Bubble plot of top differentially targeted pathways

Bubble plot of gene sets (KEGG pathways) on y-axis and adjusted p-value (padj) on x-axis. Bubble size indicates the number of genes in each gene set, and bubble color indicates the normalized enrichment score (NES). Blue is for negative NES (enrichment of higher targeted genes in whole blood), and red is for positive NES (enrichment of higher targeted genes in LCL).

dat <- data.frame(fgseaRes)
# Settings
fdrcut <- 0.05 # FDR cut-off to use as output for significant signatures
dencol_neg <- "blue" # bubble plot color for negative ES
dencol_pos <- "red" # bubble plot color for positive ES
signnamelength <- 4 # set to remove prefix from signature names (2 for "GO", 4 for "KEGG", 8 for "REACTOME")

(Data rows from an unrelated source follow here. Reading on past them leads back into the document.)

// What went through the doors of estimators and controller in a run: samples, measurements and answers, tick by tick.
#pragma once

#include <vector>

#include "sim/engine/observer.hpp"

namespace slipbench {

// Numbers of one door, a row a tick, in the order of each_number.
struct DoorTraffic {
  std::size_t in_width = 0, out_width = 0;
  std::vector<double> in, out;
  [[nodiscard]] std::size_t ticks() const { return in_width == 0 ? 0 : in.size() / in_width; }
  [[nodiscard]] std::span<const double> seen(std::size_t k) const { return {in.data() + k * in_width, in_width}; }
  [[nodiscard]] std::span<const double> answered(std::size_t k) const {
    return {out.data() + k * out_width, out_width};
  }
};

class Traffic final : public RunObserver {
 public:
  std::vector<DoorTraffic> estimators;  // in file order
  DoorTraffic controller;

  void begin(const RunInfo& info) override { estimators.resize(info.estimator_names.size()); }
  void control_tick(const TickView& tick) override {
    for (std::size_t i = 0; i < estimators.size(); ++i) keep(estimators[i], *tick.sample, tick.estimates[i]);
    if (tick.measurement != nullptr) keep(controller, *tick.measurement, *tick.command);
  }

 private:
  template <class In, class Out>
  static void keep(DoorTraffic& door, const In& in, const Out& out) {
    const std::size_t in_before = door.in.size(), out_before = door.out.size();
    each_number(in, [&](const double& x) { door.in.push_back(x); });
    each_number(out, [&](const double& x) { door.out.push_back(x); });
    door.in_width = door.in.size() - in_before, door.out_width = door.out.size() - out_before;
  }
};

}  // namespace slipbench
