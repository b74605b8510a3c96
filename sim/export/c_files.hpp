// An exported step as text: header, source, vectors, replay.
#pragma once

#include "sim/export/exported.hpp"
#include "sim/export/recorded_step.hpp"
#include "sim/export/traffic.hpp"

namespace slipbench {

// What the files say of where they come from.
struct ExportOrigin {
  std::string name, kind, what;  // of the part; "estimator" or "controller"
  std::string scenario, title, version, machine;
  double control_period_s = 0.0;
};

// Fills `part` with files and figures. Throws UnfitForExport where an answer is not finite.
template <class S>
void write_c_files(ExportedPart& part, RecordedStep<S>& step, const DoorTraffic& traffic, const ExportOrigin& origin);

// NAME_vectors.h, from a replay of the traffic; NAME_replay.c is the same for every part but for the name of that file.
template <class S>
std::string vectors_text(ExportedPart& part, RecordedStep<S>& step, const DoorTraffic& traffic,
                         const ExportOrigin& origin);
std::string replay_text(const ExportOrigin& origin);

// Lines of at most `width` columns, each after `lead`.
std::string wrapped(const std::vector<std::string>& words, const std::string& lead, std::size_t width = 110);
std::string upper_case(std::string text);

}  // namespace slipbench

asp <- 3 # aspect ratio of bubble plot
charcut <- 100 # cut signature name in heatmap to this nr of characters
# Make signature names more readable
a <- as.character(dat$pathway) # 'a' is a great variable name to substitute row names with something more readable
for (j in 1:length(a)){
  a[j] <- substr(a[j], signnamelength+2, nchar(a[j]))
}
a <- tolower(a) # convert to lower case (you may want to comment this out, it really depends on what signatures you are looking at, c6 signatures contain gene names, and converting those to lower case may be confusing)
for (j in 1:length(a)){
  if(nchar(a[j])>charcut) { a[j] <- paste(substr(a[j], 1, charcut), "...", sep=" ")}
} # cut signature names that have more characters than charcut, and add "..."
a <- gsub("_", " ", a)
dat$NAME <- a
# Determine what signatures to plot (based on FDR cut)
dat2 <- dat[dat[,"padj"]<fdrcut,]
dat2 <- dat2[order(dat2[,"padj"]),] 
dat2$signature <- factor(dat2$NAME, rev(as.character(dat2$NAME)))

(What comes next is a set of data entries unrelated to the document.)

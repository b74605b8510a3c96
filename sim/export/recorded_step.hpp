// A method's step written down with this scenario's constants and first state, and a replay of the same step in C++.
//
// Numbers of the state that never change from their first value are constants of the exported code, and numbers that are
// always equal (a covariance matrix's two halves) are one. That is found by assuming it of all numbers that begin alike and
// taking back what a recording refutes, until one refutes nothing: true by induction over the ticks, from `begin` on.
#pragma once

#include <bit>
#include <memory>
#include <string>
#include <utility>
#include <vector>

#include "plant/math/symbol.hpp"
#include "sim/engine/setup.hpp"
#include "sim/export/door.hpp"

namespace slipbench {

// The step as the simulation computes it, from `begin` on; numbers in the order of each_number.
template <class S>
class Replay {
 public:
  virtual ~Replay() = default;
  virtual std::vector<S> step(std::span<const double> seen) = 0;
  [[nodiscard]] virtual std::vector<S> state() const = 0;
};

template <class S>
struct RecordedStep {
  Program<S> program;
  std::string_view in_name, out_name;
  std::vector<DoorField> in, out;           // members of the C structs
  std::vector<bool> in_read;                // of `in`: whether the step reads it
  std::vector<std::size_t> kept, answered;  // which numbers of the state and of the answer are members
  std::vector<std::string> state;           // names of those kept
  std::vector<S> begin;                     // their first values
  std::vector<std::pair<std::string, double>> constants;
  std::string_view state_note;  // what the method says of its state's units; may be empty
  std::unique_ptr<Replay<S>> replay;
};

namespace detail {

template <class S, class Method, class Door>
class MethodReplay final : public Replay<S> {
 public:
  explicit MethodReplay(const MethodNumbers& numbers) {
    std::size_t n = 0;
    each_number(constants_, [&](S& x) { x = static_cast<S>(numbers.constants[n++]); });
    n = 0;
    each_number(state_, [&](S& x) { x = static_cast<S>(numbers.state[n++]); });
  }
  std::vector<S> step(std::span<const double> seen) override {
    typename Door::template In<S> in;
    std::size_t n = 0;
    each_number(in, [&](S& x) { x = static_cast<S>(seen[n++]); });
    const typename Door::template Out<S> out = Method::template step<S>(state_, in, constants_);
    std::vector<S> all;
    each_number(out, [&](const S& x) { all.push_back(x); });
    return all;
  }
  [[nodiscard]] std::vector<S> state() const override {
    std::vector<S> all;
    each_number(state_, [&](const S& x) { all.push_back(x); });
    return all;
  }

 private:
  typename Method::template Constants<S> constants_;
  typename Method::template State<S> state_;
};

// Which numbers of a state are taken as one, and which as never changing.
struct Alike {
  std::vector<std::size_t> group;  // of each number
  std::vector<bool> constant;      // of each group
  bool operator==(const Alike&) const = default;
};

// Groups by `key`, numbered in order of appearance; constant where `stays` says so of the first member.
template <class Key>
Alike grouped(const std::vector<Key>& keys, const std::vector<bool>& stays) {
  Alike all;
  std::vector<Key> known;
  for (std::size_t i = 0; i < keys.size(); ++i) {
    std::size_t at = 0;
    while (at < known.size() && !(known[at] == keys[i])) ++at;
    if (at == known.size()) known.push_back(keys[i]), all.constant.push_back(stays[i]);
    all.group.push_back(at);
  }
  return all;
}

// Nodes that these results hang on.
template <class S>
std::vector<bool> reached(const Graph<S>& graph, const std::vector<Symbol<S>>& roots) {
  std::vector<bool> all(graph.nodes.size(), false);
  for (const Symbol<S>& root : roots) {
    if (!root.is_constant()) all[root.node().id] = true;
  }
  for (std::size_t i = all.size(); i-- > 0;) {
    const auto& n = graph.nodes[i];
    const std::uint32_t operands[] = {n.a, n.b, n.c};
    for (std::size_t k = 0; all[i] && k < operand_count(n.op); ++k) all[operands[k]] = true;
  }
  return all;
}

}  // namespace detail

template <class S, class Method, class Door>
RecordedStep<S> record_step(const MethodNumbers& numbers) {
  using R = Symbol<S>;
  using Bits = std::conditional_t<sizeof(S) == 8, std::uint64_t, std::uint32_t>;
  const auto bits = [](S x) { return std::uint64_t{std::bit_cast<Bits>(x)}; };
  RecordedStep<S> r;
  r.in_name = Door::in_name, r.out_name = Door::out_name;
  r.in.assign(Door::in.begin(), Door::in.end());
  if constexpr (requires { Method::state_note; }) r.state_note = Method::state_note;

  typename Method::template Constants<R> constants;
  std::size_t at = 0;
  each_named(std::string(), constants, [&](const std::string& name, R& x) {
    r.constants.emplace_back(name, numbers.constants[at]);
    x = R::named(numbers.constants[at++], name);
  });
  std::vector<S> begin;
  for (const double x : numbers.state) begin.push_back(static_cast<S>(x));
  std::vector<std::uint64_t> first_bits;
  for (const S x : begin) first_bits.push_back(bits(x));

  for (detail::Alike alike = detail::grouped(first_bits, std::vector<bool>(begin.size(), true));;) {
    Program<S> program;
    const typename Program<S>::Listening listening(program);
    typename Method::template State<R> state;
    std::vector<R> of_group(alike.constant.size());
    std::vector<bool> read(alike.constant.size(), false);
    std::vector<std::string> names;
    std::vector<std::size_t> kept;
    each_named(std::string(), state, [&](const std::string& name, R& x) {
      const std::size_t i = names.size(), g = alike.group[i];
      names.push_back(name);
      if (!read[g]) {
        read[g] = true;
        if (!alike.constant[g]) kept.push_back(i);
        of_group[g] =
            alike.constant[g] ? R(static_cast<double>(begin[i])) : program.input_at("state->" + name, name + "_before");
      }
      x = of_group[g];
    });
    typename Door::template In<R> in;
    std::size_t field = 0;
    const std::string in_place = std::string(Door::in_name) + "->", out_place = std::string(Door::out_name) + "->";
    std::vector<SymbolNode<S>> in_nodes;
    each_number(in, [&](R& x) {
      const DoorField& f = Door::in[field++];
      x = program.input_at(in_place + std::string(f.member), std::string(f.local));
      in_nodes.push_back(x.node());
    });
    const typename Door::template Out<R> out = Method::template step<R>(state, in, constants);

    // What each number has become, beside what it was taken for.
    std::vector<std::array<std::uint64_t, 3>> keys;
    std::vector<bool> stays;
    std::vector<R> after;
    each_number(state, [&](const R& x) {
      const std::size_t i = after.size();
      const SymbolNode<S>& n = x.node();
      after.push_back(x);
      stays.push_back(alike.constant[alike.group[i]] && x.is_constant() && bits(x.value()) == first_bits[i]);
      keys.push_back({alike.group[i], std::uint64_t{x.is_constant()}, x.is_constant() ? bits(x.value()) : n.id});
    });
    if (detail::Alike now = detail::grouped(keys, stays); now != alike) {
      alike = std::move(now);
      continue;
    }

    // Numbers that nobody will read, not even through others of the state, are not kept.
    std::vector<R> answer;
    each_number(out, [&](const R& x) { answer.push_back(x); });
    std::vector<bool> lives(kept.size(), false);
    for (bool grown = true; grown;) {
      grown = false;
      std::vector<R> roots = answer;
      for (std::size_t j = 0; j < kept.size(); ++j) {
        if (lives[j]) roots.push_back(after[kept[j]]);
      }
      const std::vector<bool> reached = detail::reached(program.graph(), roots);
      for (std::size_t j = 0; j < kept.size(); ++j) {
        if (lives[j] || !reached[of_group[alike.group[kept[j]]].node().id]) continue;
        lives[j] = grown = true;
      }
    }
    for (std::size_t j = kept.size(); j-- > 0;) {
      if (!lives[j]) kept.erase(kept.begin() + static_cast<std::ptrdiff_t>(j));
    }
    for (const std::size_t i : kept) {
      program.output_at("state->" + names[i], names[i], after[i]);
      r.state.push_back(names[i]);
      r.begin.push_back(begin[i]);
    }
    r.kept = std::move(kept);
    bool without_covariance = false;
    for (std::size_t i = 0; i < answer.size(); ++i) {
      if (Door::out[i].member == "has_covariance")
        without_covariance = answer[i].is_constant() && answer[i].value() == S(0);
      if (without_covariance) continue;
      program.output_at(out_place + std::string(Door::out[i].member), std::string(Door::out[i].local), answer[i]);
      r.out.push_back(Door::out[i]);
      r.answered.push_back(i);
    }
    const std::vector<bool> needed = program.needed();
    for (const SymbolNode<S>& n : in_nodes) r.in_read.push_back(needed[n.id]);
    r.program = std::move(program);
    r.replay = std::make_unique<detail::MethodReplay<S, Method, Door>>(numbers);
    return r;
  }
}

}  // namespace slipbench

# Determine what labels to color
sign_neg <- which(dat2[,"NES"]<0)
sign_pos <- which(dat2[,"NES"]>0)
# Color labels
signcol <- rep(NA, length(dat2$signature))
signcol[sign_neg] <- dencol_neg # text color of negative signatures
signcol[sign_pos] <- dencol_pos # text color of positive signatures
signcol <- rev(signcol) # need to revert vector of colors, because ggplot starts plotting these from below
# Plot bubble plot
g<-ggplot(dat2, aes(x=padj,y=signature,size=size))
g+geom_point(aes(fill=NES), shape=21, colour="white")+
  theme_bw()+ # white background, needs to be placed before the "signcol" line
  xlim(0,fdrcut)+
  scale_size_area(max_size=10,guide="none")+
  scale_fill_gradient2(low=dencol_neg, high=dencol_pos)+
  theme(axis.text.y = element_text(colour=signcol))+
  theme(aspect.ratio=asp, axis.title.y=element_blank()) # test aspect.ratio
#> Warning: Vectorized input to `element_text()` is not officially supported.
#>  Results may be unexpected or may change in future versions of ggplot2.